I looked in my Laura Ingalls Wilder country cookbook. Didn't see it there.


----------



## AngieM2 (May 10, 2002)

http://www.quilterscache.com/F/FourPatchVariationBlock.html

I'm looking in Quilter's Cache to see if I see something that could be what you saw. Above is the first that sounds somewhat like what you described.


----------



## AngieM2 (May 10, 2002)

http://www.quilterscache.com/F/FourPointBlock.html

Another possibility


----------



## Terri in WV (May 10, 2002)

Sounds like it might be a framed square.


----------



## AngieM2 (May 10, 2002)

http://www.quilterscache.com/images56/karlenesFramedFourPatch.jpg

http://www.quilterscache.com/F/FramedFourPatchBlock.html


----------



## Dandish (Feb 8, 2007)

Did it look something like this would put together? 

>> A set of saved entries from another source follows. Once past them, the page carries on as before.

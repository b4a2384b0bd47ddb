/** Words of the library of item sets. */

export const LIBRARY = {
	title: 'Library',
	lead: 'Item sets that come with Wordkeep. A case copies what it uses.',
	caption: 'Item sets',
	search: 'Search title, task, language',
	set: 'Item set',
	task: 'Task',
	language: 'Language',
	items: 'Items',
	licence: 'Licence',
	norms: 'Norms',
	norm: { none: 'none' },
	normsMeaning: {
		none: 'No norms exist for these items: name agreement and familiarity are unknown. A baseline round with the patient tells which items to use.'
	},
	loading: 'Reading the library ...',
	failed: (why: string) => `The library could not be read: ${why}`,
	again: 'Try again',
	emptyTitle: 'The library has no item set',
	emptyText: 'The folder stimuli of this server holds none. Its README says how a set is made.'
};

export const LIBRARY_SET = {
	lead: (count: number, task: string, language: string) => `${count} items for ${task} in ${language}`,
	version: 'Version',
	leadIn: 'Said before the answer',
	noLeadIn: 'nothing',
	licences: 'Licences',
	credits: 'Credits',
	items: 'Items',
	search: 'Search answer, category',
	prompt: 'Prompt',
	answer: 'Answer',
	accepted: 'Also accepted',
	category: 'Category',
	syllables: 'Syllables',
	frequency: 'Zipf frequency',
	licence: 'Licence and credit',
	unknown: 'not known',
	hear: (answer: string) => `Hear ${answer}`,
	picture: (answer: string) => `Picture: ${answer}`
};
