import { Conductor } from '$lib/live/conductor.svelte';
import type { LiveCase } from '$lib/live/live-case.svelte';
import type { PatientLink } from '$lib/live/patient-link.svelte';
import { baselineItems, baselineRounds, nextInRound, type BaselineItem } from '$lib/mapping/baseline';
import type { KeptItem } from '$lib/mapping/case-items';
import type { Trial } from '$lib/mapping/case-state';
import type { Score } from '$lib/mapping/vocabulary';
import { BASELINE } from '$lib/messages/baseline';
import { SvelteSet } from 'svelte/reactivity';

/** One baseline round as its page runs it: which item comes next, and what each key does. */
export class BaselineRound {
	readonly conductor: Conductor;
	/** what the patient said, for the next score */
	said = $state('');
	/** what the therapist is told in passing */
	hint = $state<string | null>(null);

	#skipped = new SvelteSet<string>();
	#busy = false;

	constructor(
		private readonly live: LiveCase,
		private readonly link: () => PatientLink | null
	) {
		this.conductor = new Conductor(live, 'baseline', link);
	}

	#items = $derived.by(() => baselineItems(this.live.state));
	#run = $derived.by(() => this.conductor.run);
	#index = $derived.by(() => (this.#run ? baselineRounds(this.live.state).indexOf(this.#run.run) : -1));
	/** the trial of this round that waits for its score */
	#trial = $derived.by((): Trial | null => {
		const last = this.conductor.trials.findLast(({ run }) => run === this.#run?.run);
		return last && !last.score && last.excluded.length === 0 ? last : null;
	});

	get items(): BaselineItem[] {
		return this.#items;
	}

	get isOpen(): boolean {
		return this.#run !== null;
	}

	/** From 1: of the open round, or of the one that would be opened next. */
	get number(): number {
		return this.isOpen ? this.#index + 1 : baselineRounds(this.live.state).length + 1;
	}

	get trial(): Trial | null {
		return this.#trial;
	}

	/** The item that stands on the desk: the one that waits for its score, else the next. */
	get item(): KeptItem | null {
		const trial = this.#trial;
		if (!trial) return nextInRound(this.#items, this.#index, this.#skipped)?.item ?? null;
		const shown = this.#items.find(
			({ item }) => item.id === trial.item && item.task === trial.task && item.language === trial.language
		);
		return shown?.item ?? null;
	}

	/** How many of the kept items have their answer in this round. */
	get progress(): { done: number; all: number } {
		const kept = this.#items.filter(({ item }) => item.kept);
		const done = kept.filter(({ rounds }) => ['right', 'wrong'].includes(rounds[this.#index]?.answer ?? ''));
		return { done: done.length, all: kept.length };
	}

	async begin(): Promise<void> {
		await this.#do(async () => {
			this.#skipped.clear();
			await this.conductor.openRun();
		});
	}

	async end(): Promise<void> {
		await this.#do(async () => {
			this.conductor.blank();
			await this.conductor.closeRun();
		});
	}

	async show(): Promise<void> {
		await this.#do(async () => {
			if (this.#trial) this.hint = BASELINE.alreadyShown;
			else await this.#present();
		});
	}

	/** By hand the press that scores is the first word of the trial; with a patient view the item is shown before. */
	async score(score: Score): Promise<void> {
		await this.#do(async () => {
			if (!this.#trial && this.link() !== null) {
				this.hint = BASELINE.showFirst;
				return;
			}
			if (!this.#trial) await this.#present();
			const trial = this.#trial;
			if (!trial) return;
			const said = this.said.trim();
			await this.conductor.score(trial, score, said === '' ? {} : { said });
			this.said = '';
		});
	}

	async takeBack(): Promise<void> {
		await this.#do(async () => {
			const taken = await this.conductor.takeBack();
			const hints = { score: BASELINE.scoreTakenBack, trial: BASELINE.trialTakenBack };
			this.hint = taken === null ? BASELINE.nothingToTakeBack : hints[taken];
		});
	}

	/** Answers for a patient view that has not confirmed its last item. */
	async sayShown(now: number, shown: boolean): Promise<void> {
		await this.#do(async () => {
			const overdue = this.link() === null ? null : this.conductor.overdue(now);
			if (overdue) await this.conductor.sayShown(overdue.id, shown);
		});
	}

	skip(): void {
		const { item } = this;
		if (item && !this.#trial) this.#skipped.add(item.id);
	}

	async #present(): Promise<void> {
		const { item } = this;
		if (!item || this.conductor.isLedElsewhere) return;
		const { task, language } = item;
		await this.conductor.present({ item, task, language, tag: null, stimulated: false, milliamps: null });
	}

	/** One thing after the other: a second press while the first is being saved does nothing. */
	async #do(act: () => Promise<void>): Promise<void> {
		if (this.#busy) return;
		this.#busy = true;
		this.hint = null;
		try {
			await act();
		} catch (failure) {
			this.hint = BASELINE.notSaved(failure instanceof Error ? failure.message : String(failure));
		} finally {
			this.#busy = false;
		}
	}
}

If so, here's the link to instructions - scroll down the page a little bit...

http://bloominworkshop.wordpress.com/category/scrappy-goodness/page/2/


Here's a link to a blog with another one, just a bit different: http://quiltstory.blogspot.com/2011/04/liberated-wedding-ring-quilt-from-lms.html

If you google liberated wedding ring quilt you will see a few other examples, too. Hope this is what you are looking for.


----------



## Terri in WV (May 10, 2002)

Sounds like this

http://www.quiltmag.com/resources/quilt104-framed-square/


----------



## dollmaker (Jun 24, 2010)

Terri in WV said:


> Sounds like this
> 
> http://www.quiltmag.com/resources/quilt104-framed-square/


Ohhhh...it was like this framed square, but the frame was very thin, probably only an inch wide and the four sides of the frame weren't always the same color fabric. Otherwords a frame might have only two or three sides the same fabric.
The whole block was pretty small.

It was unlike anything I have ever seen.

Thank you all for helping me search.


----------



## dollmaker (Jun 24, 2010)

ginnie5 said:


> what episode was it from?


In the episode the family had to take shelter during a blizzard. Charles went out to hunt and almost died. An Indian helped him and saved his life. The Indian was hunted by white people and Charles in turn saved his life.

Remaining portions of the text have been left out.